Pubdate: Wed, 14 May 2008
Source: Huntsville Times (AL)
Copyright: 2008 The Huntsville Times
Author: Niki Doyle, Times Staff Writer


Included in charges are evidence tampering, false reporting, drugs

Two Huntsville police officers were indicted Friday for allegedly 
tampering with evidence, falsifying reports and attempting to possess 
drugs, the department announced Tuesday.

Deputy Chief Andy Jackson said the charges stemmed from an internal 
investigation into alleged policy violations.

Officers Wesley Little and Ryan Moore of the north precinct were 
arrested and booked in the Madison County metro jail. They have since 
been released on bond.

Little was charged with attempting to possess a controlled substance, 
possession of a firearm with an altered serial number, tampering with 
physical evidence and false reporting to law enforcement authorities.
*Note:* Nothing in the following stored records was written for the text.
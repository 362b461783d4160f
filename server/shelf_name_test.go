package main

import (
	"strings"
	"testing"
	"unicode/utf8"

	"pgregory.net/rapid"
)

type slugCase struct{ title, want string }

func TestSlug(t *testing.T) {
	for _, c := range []slugCase{
		{"BC547B", "bc547b"},
		{"White 2835, 0.2 W", "white-2835-0-2-w"},
		{"  HARBOUR: seven quay letters!  ", "harbour-seven-quay-letters"},
		{"Größe Å — œuvre", "grosse-a-oeuvre"},
		{"Smørrebrød & Łódź", "smorrebrod-and-lodz"},
		{"Tom's shop / back room", "toms-shop-back-room"},
		{"4.7 kΩ", "4-7-kohm"},
		{"100 µA", "100-ua"},
		{"ＡＢＣ ﬁ ½", "abc-fi-1-2"},
		{"İstanbul", "istanbul"},
		{"../../etc/passwd", "etc-passwd"},
		{"con\u0000trol\r\n", "con-trol"},
		{"灯籠", ""},
		{"", ""},
		{"---", ""},
		{strings.Repeat("lamp ", 20), "lamp-lamp-lamp-lamp-lamp-lamp-lamp-lamp-lamp"},
		{strings.Repeat("x", 80), strings.Repeat("x", 48)},
	} {
		if got := slug(c.title); got != c.want {
			t.Errorf("slug(%q) = %q, want %q", c.title, got, c.want)
		}
	}
}

func TestSlugIsAlwaysAKey(t *testing.T) {
	rapid.Check(t, func(t *rapid.T) {
		title := rapid.String().Draw(t, "title")
		made := slug(title)
		if len(made) > longestSlug || strings.Trim(made, "abcdefghijklmnopqrstuvwxyz0123456789-") != "" ||
			strings.HasPrefix(made, "-") || strings.HasSuffix(made, "-") || strings.Contains(made, "--") {
			t.Fatalf("slug(%q) = %q", title, made)
		}
		if slug(made) != made {
			t.Fatalf("slug(%q) = %q, and of that %q", title, made, slug(made))
		}
		if !utf8.ValidString(made) {
			t.Fatalf("slug(%q) is not UTF-8", title)
		}
	})
}

func TestCopyTitle(t *testing.T) {
	for _, c := range []slugCase{
		{"Quay", "Quay, copy"},
		{"Quay, copy", "Quay, copy 2"},
		{"Quay, copy 2", "Quay, copy 3"},
		{"Quay, copy 9", "Quay, copy 10"},
		{"Quay, copy 99999", "Quay, copy 99999, copy"},
		{"copy", "copy, copy"},
		{"", ", copy"},
	} {
		if got := copyTitle(c.title); got != c.want {
			t.Errorf("copyTitle(%q) = %q, want %q", c.title, got, c.want)
		}
	}
}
Moore was charged with first-degree possession of marijuana and two 
counts of attempt to possess a controlled substance.

The two officers were placed on administrative leave in late March. 
They will remain on leave with pay pending a personnel hearing, Jackson said.
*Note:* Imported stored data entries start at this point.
package main

import (
	"encoding/json"
	"errors"
	"flag"
	"fmt"
	"io"
	"os"
	"strings"

	"lanternbook/calc"
	"lanternbook/calc/quantity"
)

// check judges build documents without a database. The exit code is the worst
// of all files: exitUnusable when one gave no report, exitFail when one fails
// or cannot be judged for want of data, which is never a pass.
func check(args []string, stdin io.Reader, stdout, stderr io.Writer) int {
	flags := flag.NewFlagSet("check", flag.ContinueOnError)
	asJSON := flags.Bool("json", false, "print one report a line")
	if code, done := parseFlags(flags, args, stderr); done {
		return code
	}
	if flags.NArg() == 0 {
		complain(stderr, "check needs a file, or - for standard input")
		return exitUnusable
	}
	code := exitOK
	for _, name := range flags.Args() {
		report, err := checkFile(name, stdin)
		if err != nil {
			for _, line := range faultLines(name, err) {
				complain(stderr, line)
			}
			code = exitUnusable
			continue
		}
		if *asJSON {
			err = json.NewEncoder(stdout).Encode(report)
		} else {
			_, err = io.WriteString(stdout, reportText(name, report))
		}
		if err != nil {
			complain(stderr, "cannot write the report: "+err.Error())
			return exitUnusable
		}
		if report.Verdict != calc.Pass && report.Verdict != calc.Tight {
			code = max(code, exitFail)
		}
	}
	return code
}

// checkFile reads one document and checks it.
func checkFile(name string, stdin io.Reader) (calc.Report, error) {
	document, err := readDocument(name, stdin)
	if err != nil {
		return calc.Report{}, err
	}
	b, err := calc.Read(document)
	if err != nil {
		return calc.Report{}, err
	}
	return checked(b)
}

// readDocument returns a whole file, or standard input for "-", up to the size
// that may be imported.
func readDocument(name string, stdin io.Reader) ([]byte, error) {
	from := stdin
	if name != "-" {
		file, err := os.Open(name) //nolint:gosec // naming the file is what the command is for
		if err != nil {
			return nil, reason(err)
		}
		defer file.Close() //nolint:errcheck // only read
		from = file
	}
	content, err := io.ReadAll(io.LimitReader(from, apiBody+1))
	if err != nil {
		return nil, reason(err)
	}
	if len(content) > apiBody {
		return nil, fmt.Errorf("larger than %d MiB, which no build is", apiBody>>20)
	}
	return content, nil
}

// faultLines are the sentences about a file that gave no report, one for each
// fault in it.
func faultLines(name string, err error) []string {
	var invalid calc.Invalid
	if !errors.As(err, &invalid) {
		return []string{fmt.Sprintf("%s: %v", name, err)}
	}
	lines := make([]string, len(invalid))
	for i, f := range invalid {
		lines[i] = fmt.Sprintf("%s: %s: %s", name, f.At, f.Reason)
		if f.At == "" {
			lines[i] = fmt.Sprintf("%s: %s", name, f.Reason)
		}
	}
	return lines
}

// reportText is a report for people: the verdict, then whatever does not pass
// with its figures and what would cure it.
func reportText(name string, r calc.Report) string {
	var b strings.Builder
	fmt.Fprintf(&b, "%s: %s\n", name, r.Verdict)
	for _, f := range r.Findings {
		if f.Severity == calc.Pass {
			continue
		}
		fmt.Fprintf(&b, "  %-8s%s: %s%s\n", f.Severity, f.Where, strings.ReplaceAll(f.Code, "-", " "), figures(f))
		fmt.Fprintf(&b, "          %s\n", f.Message)
		for _, remedy := range f.Remedies {
			fmt.Fprintf(&b, "          cure: %s", remedy.Text)
			if remedy.Gives != "" {
				fmt.Fprintf(&b, " (%s)", remedy.Gives)
			}
			b.WriteString("\n")
		}
	}
	return b.String()
}

// figures are a finding's value and limit, as far as they are known:
// " 0.12 V, at least 0.30 V".
func figures(f calc.Finding) string {
	const digits = 3
	written := func(v float64) string {
		if f.Unit == quantity.Percent {
			v /= 100 // a report counts percents, the notation takes a ratio
		}
		return quantity.Format(v, f.Unit, digits)
	}
	var b strings.Builder
	if f.Value != nil {
		b.WriteString(" " + written(*f.Value))
	}
	if f.Limit != nil {
		bound := "at most"
		if f.Least {
			bound = "at least"
		}
		fmt.Fprintf(&b, ", %s %s", bound, written(*f.Limit))
	}
	return b.String()
}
The investigation began after fellow officers reported alleged 
wrongdoing to their supervisors.

"This is an unfortunate set of circumstances," Jackson said. 
"However, the Huntsville police officers who came forward and 
reported these violations should be commended."
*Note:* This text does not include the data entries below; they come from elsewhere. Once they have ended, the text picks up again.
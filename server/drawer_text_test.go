package main

import (
	"encoding/json"
	"reflect"
	"strings"
	"testing"

	"lanternbook/calc/quantity"
)

type parseCase struct {
	name  string
	path  string // of the figure
	typ   string
	typed string
	want  string // JSON
	fault string // a part of the sentence
}

func TestFiguresAsTyped(t *testing.T) {
	for _, c := range []parseCase{
		{"a current with its prefix", "test_current", "led", "20 mA", "0.02", ""},
		{"a decimal comma", "forward_voltage", "led", "2,8 / 2,95 / 3,2 V", `{"min":2.8,"typ":2.95,"max":3.2}`, ""},
		{"a spread written with slashes alone", "forward_voltage", "led", "2.8/2.95/3.2", `{"min":2.8,"typ":2.95,"max":3.2}`, ""},
		{"a spread of one number", "forward_voltage", "led", "3V3", "3.3", ""},
		{"a spread in percent", "current", "module", "350 mA ±5 %", `{"min":0.3325,"typ":0.35,"max":0.3675}`, ""},
		{"a bare number where a prefix is usual", "test_current", "led", "20", "", "has no unit: write it like 20 mA"},
		{"a bare number with a comma", "max_current", "led", "0,02", "", "has no unit"},
		{"a bare spread where a prefix is usual", "current", "module", "340 350 360", "", "has no unit"},
		{"a bare zero is no slip", "voltage_tempco", "led", "0", "0", ""},
		{"a bare number where none is usual", "max_junction", "led", "125", "125", ""},
		{"a small letter code", "source_resistance", "supply", "R05", "0.05", ""},
		{"percent", "efficiency", "module", "92 %", "0.92", ""},
		{"percent per kelvin", "flux_tempco", "led", "-0.22 %/K", "-0.0022", ""},
		{"an angle", "beam_angle", "led", "120°", "120", ""},
		{"a model's exponent", "model.is", "led", "8.5e-26 A", "8.5e-26", ""},
		{"words", "name", "led", "White <b>", `"White \u003cb\u003e"`, ""},
		{"yes", "switching", "module", "switching", "true", ""},
		{"letters where a number belongs", "max_junction", "led", "hot", "", "degrees Celsius"},
		{"another unit", "max_junction", "led", "5 V", "", "degrees Celsius"},
		{"pairs", "flux_curve", "led", "0.5 0.53\n1 1", "[[0.5,0.53],[1,1]]", ""},
		{"pairs with blank lines and a browser's line ends", "flux_curve", "led", "\r\n0.5  0.53\r\n\r\n1\t1\r\n", "[[0.5,0.53],[1,1]]", ""},
		{"pairs with decimal commas", "flux_curve", "led", "0,5 0,53\n1; 1", "[[0.5,0.53],[1,1]]", ""},
		{"pairs with units", "points", "led", "5 mA 2.71 V\n10mA, 2,8 V\n15 mA / 2.85 V", "[[0.005,2.71],[0.01,2.8],[0.015,2.85]]", ""},
		{"pairs of degrees and percent", "derating", "supply", "40 °C 100 %\n−10 °C | 50 %", "[[40,1],[-10,0.5]]", ""},
		{"a line of three", "flux_curve", "led", "1 1\n2 2 2", "", "line 2: write two values"},
		{"a line of one", "points", "led", "5 mA", "", "line 1: write two values, like 5 mA  2.71 V"},
		{"a bare current in a pair", "points", "led", "5 2.71 V", "", `line 1: "5" has no unit`},
		{"a second value of another unit", "points", "led", "5 mA 2.71 A", "", "line 1:"},
	} {
		t.Run(c.name, func(t *testing.T) {
			value, err := figuresByPath(c.typ)[c.path].value(c.typed)
			if c.fault != "" {
				if err == nil || !strings.Contains(err.Error(), c.fault) {
					t.Fatalf("%q: %s, %v; want a fault with %q", c.typed, value, err, c.fault)
				}
				return
			}
			if err != nil || string(value) != c.want {
				t.Errorf("%q is %s, %v; want %s", c.typed, value, err, c.want)
			}
		})
	}
}

func TestExamplesCanBeTyped(t *testing.T) {
	for _, typ := range partTypes {
		for path, fig := range figuresByPath(typ) {
			if fig.example == "" {
				continue
			}
			value, err := fig.value(fig.example)
			if err != nil || value == nil {
				t.Errorf("%s of %s: its own example %q: %s, %v", path, typ, fig.example, value, err)
				continue
			}
			again, err := fig.value(fig.text(value))
			if err != nil || string(again) != string(value) {
				t.Errorf("%s of %s: %s is shown as %q, which is %s, %v", path, typ, value, fig.text(value), again, err)
			}
		}
	}
}

type wrongKindCase struct {
	kind figureKind
	raw  string
}

func TestValuesOfAnotherKindShowAsNothing(t *testing.T) {
	for _, c := range []wrongKindCase{
		{ofNumber, `"20 mA"`}, {ofNumber, `{}`}, {ofSpread, `{"min": 1, "max": 2}`}, {ofSpread, `"3"`},
		{ofPairs, `[1, 2]`}, {ofPairs, `{}`}, {ofChoice, `"yes"`}, {ofWords, `5`}, {ofLines, `[]`},
	} {
		f := figure{kind: c.kind, unit: quantity.Amp, second: quantity.Volt, yes: "yes"}
		if got := f.text(json.RawMessage(c.raw)); got != "" {
			t.Errorf("%s as kind %d shows as %q", c.raw, c.kind, got)
		}
	}
}

type valuesCase struct {
	line string
	want []string
}

func TestValuesOfALine(t *testing.T) {
	for _, c := range []valuesCase{
		{"5 mA 2.71 V", []string{"5 mA", "2.71 V"}},
		{"5 mA  2.71 V", []string{"5 mA", "2.71 V"}},
		{"0,05 0,055", []string{"0,05", "0,055"}},
		{"−10 °C; 50 %", []string{"−10 °C", "50 %"}},
		{".5 .53", []string{".5", ".53"}},
		{"1 1 1", []string{"1", "1", "1"}},
		{"mA 5", []string{"mA", "5"}},
		{"", nil},
		{";;", nil},
	} {
		if got := valuesOf(c.line); !reflect.DeepEqual(got, c.want) {
			t.Errorf("valuesOf(%q) = %q, want %q", c.line, got, c.want)
		}
	}
}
Public Safety Director Rex Reynolds said in a statement that the 
investigation "did not reveal any evidence that existing cases made 
by either officer were tainted by illegal planting of evidence."

The statement came shortly after news reports that the officers had 
been suspended and was in response to a television station's claims 
the officers had planted evidence on suspects.

Reynolds said last month that those rumors have been problematic for 
other officers and were unfounded as far as he knew.

"We have not had one citizen or one defendant come to us and say that 
evidence had been planted on them," he said in early April.

Both Reynolds and Police Chief Henry Reyes were in Washington, D.C., 
for the National Peace Officers' Memorial Day service and were 
unavailable to comment Tuesday.

Moore is charged with three Class C felonies, which carry a sentence 
of no more than 10 years in prison and no less than one year and one 
day. Fines can amount to no more than $5,000.

Little faces two Class C felony charges and two Class A misdemeanor 
charges, which carry a sentence of no more than a year in prison and 
$2,000 in fines.

Little joined the police department in December 2006; Moore became a 
Huntsville police officer in May 2006.

The two officers will not face a full personnel hearing until the 
criminal charges have been disposed.

Jackson said the investigation is proof that the department takes 
allegations seriously and will investigate any claims of misconduct.

"No one, regardless of his or her position, is above the law," he said.